[Stored items]
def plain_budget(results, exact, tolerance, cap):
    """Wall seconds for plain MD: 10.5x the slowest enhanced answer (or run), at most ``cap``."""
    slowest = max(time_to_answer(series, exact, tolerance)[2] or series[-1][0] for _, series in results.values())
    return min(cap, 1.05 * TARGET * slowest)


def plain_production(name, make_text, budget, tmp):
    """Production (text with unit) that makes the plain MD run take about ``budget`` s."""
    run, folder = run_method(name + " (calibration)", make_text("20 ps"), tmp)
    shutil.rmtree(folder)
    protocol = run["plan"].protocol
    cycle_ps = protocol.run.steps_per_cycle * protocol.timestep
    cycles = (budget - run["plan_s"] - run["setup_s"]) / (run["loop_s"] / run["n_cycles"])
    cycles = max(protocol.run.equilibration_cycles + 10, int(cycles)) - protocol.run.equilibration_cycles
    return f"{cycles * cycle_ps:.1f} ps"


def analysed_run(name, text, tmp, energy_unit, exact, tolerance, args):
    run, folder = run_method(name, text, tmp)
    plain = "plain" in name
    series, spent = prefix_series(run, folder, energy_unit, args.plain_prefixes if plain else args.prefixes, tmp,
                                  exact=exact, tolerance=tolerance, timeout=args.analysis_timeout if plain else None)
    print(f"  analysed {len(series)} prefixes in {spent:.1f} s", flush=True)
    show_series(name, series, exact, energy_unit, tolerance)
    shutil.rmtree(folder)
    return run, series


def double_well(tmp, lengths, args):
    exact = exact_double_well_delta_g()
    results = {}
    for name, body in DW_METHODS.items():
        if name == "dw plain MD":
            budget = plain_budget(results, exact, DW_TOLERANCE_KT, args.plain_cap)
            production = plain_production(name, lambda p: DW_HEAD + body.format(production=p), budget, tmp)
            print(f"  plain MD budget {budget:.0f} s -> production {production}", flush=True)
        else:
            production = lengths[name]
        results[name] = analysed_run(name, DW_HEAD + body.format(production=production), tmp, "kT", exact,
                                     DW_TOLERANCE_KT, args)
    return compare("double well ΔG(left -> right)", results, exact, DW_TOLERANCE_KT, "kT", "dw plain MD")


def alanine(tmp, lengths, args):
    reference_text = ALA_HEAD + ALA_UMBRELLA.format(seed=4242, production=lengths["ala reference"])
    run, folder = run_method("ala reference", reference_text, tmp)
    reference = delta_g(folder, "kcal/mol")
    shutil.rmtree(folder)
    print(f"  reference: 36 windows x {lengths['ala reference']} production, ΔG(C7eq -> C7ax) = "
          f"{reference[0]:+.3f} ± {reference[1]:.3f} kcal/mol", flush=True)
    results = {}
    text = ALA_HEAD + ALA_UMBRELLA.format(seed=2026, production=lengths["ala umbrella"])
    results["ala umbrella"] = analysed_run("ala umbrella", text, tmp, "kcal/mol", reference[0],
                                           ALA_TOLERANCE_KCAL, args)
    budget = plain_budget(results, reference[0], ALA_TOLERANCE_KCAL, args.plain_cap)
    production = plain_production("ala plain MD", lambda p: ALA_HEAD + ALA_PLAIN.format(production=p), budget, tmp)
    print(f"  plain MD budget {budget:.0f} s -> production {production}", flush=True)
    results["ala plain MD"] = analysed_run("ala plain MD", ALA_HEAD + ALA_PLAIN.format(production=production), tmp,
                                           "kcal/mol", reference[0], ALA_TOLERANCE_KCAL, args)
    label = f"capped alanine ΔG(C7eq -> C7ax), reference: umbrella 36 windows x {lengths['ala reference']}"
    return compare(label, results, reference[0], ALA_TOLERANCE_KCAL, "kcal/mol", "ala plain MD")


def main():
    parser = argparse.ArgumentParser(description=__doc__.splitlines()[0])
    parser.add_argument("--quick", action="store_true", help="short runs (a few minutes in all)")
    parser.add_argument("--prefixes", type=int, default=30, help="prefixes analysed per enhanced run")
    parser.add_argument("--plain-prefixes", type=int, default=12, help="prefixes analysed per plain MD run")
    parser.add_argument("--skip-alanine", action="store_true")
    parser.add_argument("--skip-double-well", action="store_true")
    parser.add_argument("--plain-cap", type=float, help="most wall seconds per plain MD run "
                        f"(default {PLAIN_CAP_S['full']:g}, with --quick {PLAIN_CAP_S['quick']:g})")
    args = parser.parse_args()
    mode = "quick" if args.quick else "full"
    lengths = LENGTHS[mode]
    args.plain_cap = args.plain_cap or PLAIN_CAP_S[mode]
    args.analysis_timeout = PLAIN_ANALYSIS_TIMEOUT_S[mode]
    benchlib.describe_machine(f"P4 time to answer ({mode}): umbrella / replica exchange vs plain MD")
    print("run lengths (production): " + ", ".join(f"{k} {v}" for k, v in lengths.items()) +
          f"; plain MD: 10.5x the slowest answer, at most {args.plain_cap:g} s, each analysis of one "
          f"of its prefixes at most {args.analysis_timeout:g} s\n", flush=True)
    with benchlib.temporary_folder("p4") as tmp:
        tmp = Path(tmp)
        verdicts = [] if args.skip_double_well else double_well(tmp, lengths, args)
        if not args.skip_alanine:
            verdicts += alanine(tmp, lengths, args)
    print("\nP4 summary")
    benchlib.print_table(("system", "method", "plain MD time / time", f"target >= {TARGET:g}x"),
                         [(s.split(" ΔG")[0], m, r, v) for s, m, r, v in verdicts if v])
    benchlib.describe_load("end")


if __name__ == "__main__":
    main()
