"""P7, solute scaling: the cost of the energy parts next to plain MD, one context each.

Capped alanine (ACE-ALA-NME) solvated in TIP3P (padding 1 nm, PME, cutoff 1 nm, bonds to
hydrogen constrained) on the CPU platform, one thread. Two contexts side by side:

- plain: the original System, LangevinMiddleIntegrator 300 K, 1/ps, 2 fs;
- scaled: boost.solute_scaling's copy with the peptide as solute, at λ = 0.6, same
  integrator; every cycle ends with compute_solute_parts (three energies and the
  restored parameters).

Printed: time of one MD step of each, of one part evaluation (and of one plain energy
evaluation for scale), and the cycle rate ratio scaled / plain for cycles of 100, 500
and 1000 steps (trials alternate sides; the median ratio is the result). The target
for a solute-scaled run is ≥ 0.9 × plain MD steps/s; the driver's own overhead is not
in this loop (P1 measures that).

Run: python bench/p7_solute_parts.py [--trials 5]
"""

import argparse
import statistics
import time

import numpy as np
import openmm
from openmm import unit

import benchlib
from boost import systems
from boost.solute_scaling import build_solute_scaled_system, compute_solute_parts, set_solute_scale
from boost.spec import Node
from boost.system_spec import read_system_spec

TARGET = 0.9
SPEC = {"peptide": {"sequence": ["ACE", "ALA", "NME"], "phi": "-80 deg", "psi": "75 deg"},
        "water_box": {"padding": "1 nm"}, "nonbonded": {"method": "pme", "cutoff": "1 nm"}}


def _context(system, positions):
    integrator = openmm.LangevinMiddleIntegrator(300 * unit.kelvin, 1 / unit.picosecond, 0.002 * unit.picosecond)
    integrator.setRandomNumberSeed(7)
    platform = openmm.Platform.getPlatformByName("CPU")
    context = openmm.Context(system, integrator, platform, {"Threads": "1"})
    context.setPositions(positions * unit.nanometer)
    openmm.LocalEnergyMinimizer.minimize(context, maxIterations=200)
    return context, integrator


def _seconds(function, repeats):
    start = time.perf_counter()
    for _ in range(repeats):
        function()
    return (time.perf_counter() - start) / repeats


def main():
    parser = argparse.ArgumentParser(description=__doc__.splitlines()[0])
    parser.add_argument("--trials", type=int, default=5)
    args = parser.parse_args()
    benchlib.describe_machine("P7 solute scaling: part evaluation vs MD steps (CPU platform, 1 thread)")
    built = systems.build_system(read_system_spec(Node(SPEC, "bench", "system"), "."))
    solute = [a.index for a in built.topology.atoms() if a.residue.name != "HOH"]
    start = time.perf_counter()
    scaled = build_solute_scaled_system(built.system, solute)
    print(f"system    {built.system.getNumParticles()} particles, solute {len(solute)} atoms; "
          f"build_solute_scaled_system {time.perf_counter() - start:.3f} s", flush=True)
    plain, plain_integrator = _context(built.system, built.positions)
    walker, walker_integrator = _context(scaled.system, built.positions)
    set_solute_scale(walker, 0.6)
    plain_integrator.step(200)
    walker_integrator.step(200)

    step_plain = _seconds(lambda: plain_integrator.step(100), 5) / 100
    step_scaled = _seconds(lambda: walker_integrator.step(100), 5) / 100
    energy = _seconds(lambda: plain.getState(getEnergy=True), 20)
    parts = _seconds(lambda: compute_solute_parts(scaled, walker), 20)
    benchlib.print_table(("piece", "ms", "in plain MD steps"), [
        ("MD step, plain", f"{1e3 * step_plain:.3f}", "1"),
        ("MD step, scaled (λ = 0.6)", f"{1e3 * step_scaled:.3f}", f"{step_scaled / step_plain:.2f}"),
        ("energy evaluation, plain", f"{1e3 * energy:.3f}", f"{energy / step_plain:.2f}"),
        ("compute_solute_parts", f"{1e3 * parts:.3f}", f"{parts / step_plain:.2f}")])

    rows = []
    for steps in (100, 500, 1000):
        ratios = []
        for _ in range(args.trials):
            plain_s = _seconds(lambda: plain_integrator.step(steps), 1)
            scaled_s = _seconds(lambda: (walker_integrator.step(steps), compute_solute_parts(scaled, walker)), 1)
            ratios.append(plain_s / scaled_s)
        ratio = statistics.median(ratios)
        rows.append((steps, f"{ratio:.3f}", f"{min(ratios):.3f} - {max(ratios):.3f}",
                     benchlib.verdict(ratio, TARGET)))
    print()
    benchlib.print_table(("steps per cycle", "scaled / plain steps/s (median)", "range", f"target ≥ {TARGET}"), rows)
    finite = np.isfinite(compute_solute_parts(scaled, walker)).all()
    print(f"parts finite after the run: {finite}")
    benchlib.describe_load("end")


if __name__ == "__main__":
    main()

What you need to do: In your answer, include only the lines above starting at the line that holds "from boost.system_spec import" and ending at the line that holds "return (time.perf_counter() - start)", copied exactly.

Output for this task:
from boost.system_spec import read_system_spec

TARGET = 0.9
SPEC = {"peptide": {"sequence": ["ACE", "ALA", "NME"], "phi": "-80 deg", "psi": "75 deg"},
        "water_box": {"padding": "1 nm"}, "nonbonded": {"method": "pme", "cutoff": "1 nm"}}


def _context(system, positions):
    integrator = openmm.LangevinMiddleIntegrator(300 * unit.kelvin, 1 / unit.picosecond, 0.002 * unit.picosecond)
    integrator.setRandomNumberSeed(7)
    platform = openmm.Platform.getPlatformByName("CPU")
    context = openmm.Context(system, integrator, platform, {"Threads": "1"})
    context.setPositions(positions * unit.nanometer)
    openmm.LocalEnergyMinimizer.minimize(context, maxIterations=200)
    return context, integrator


def _seconds(function, repeats):
    start = time.perf_counter()
    for _ in range(repeats):
        function()
    return (time.perf_counter() - start) / repeats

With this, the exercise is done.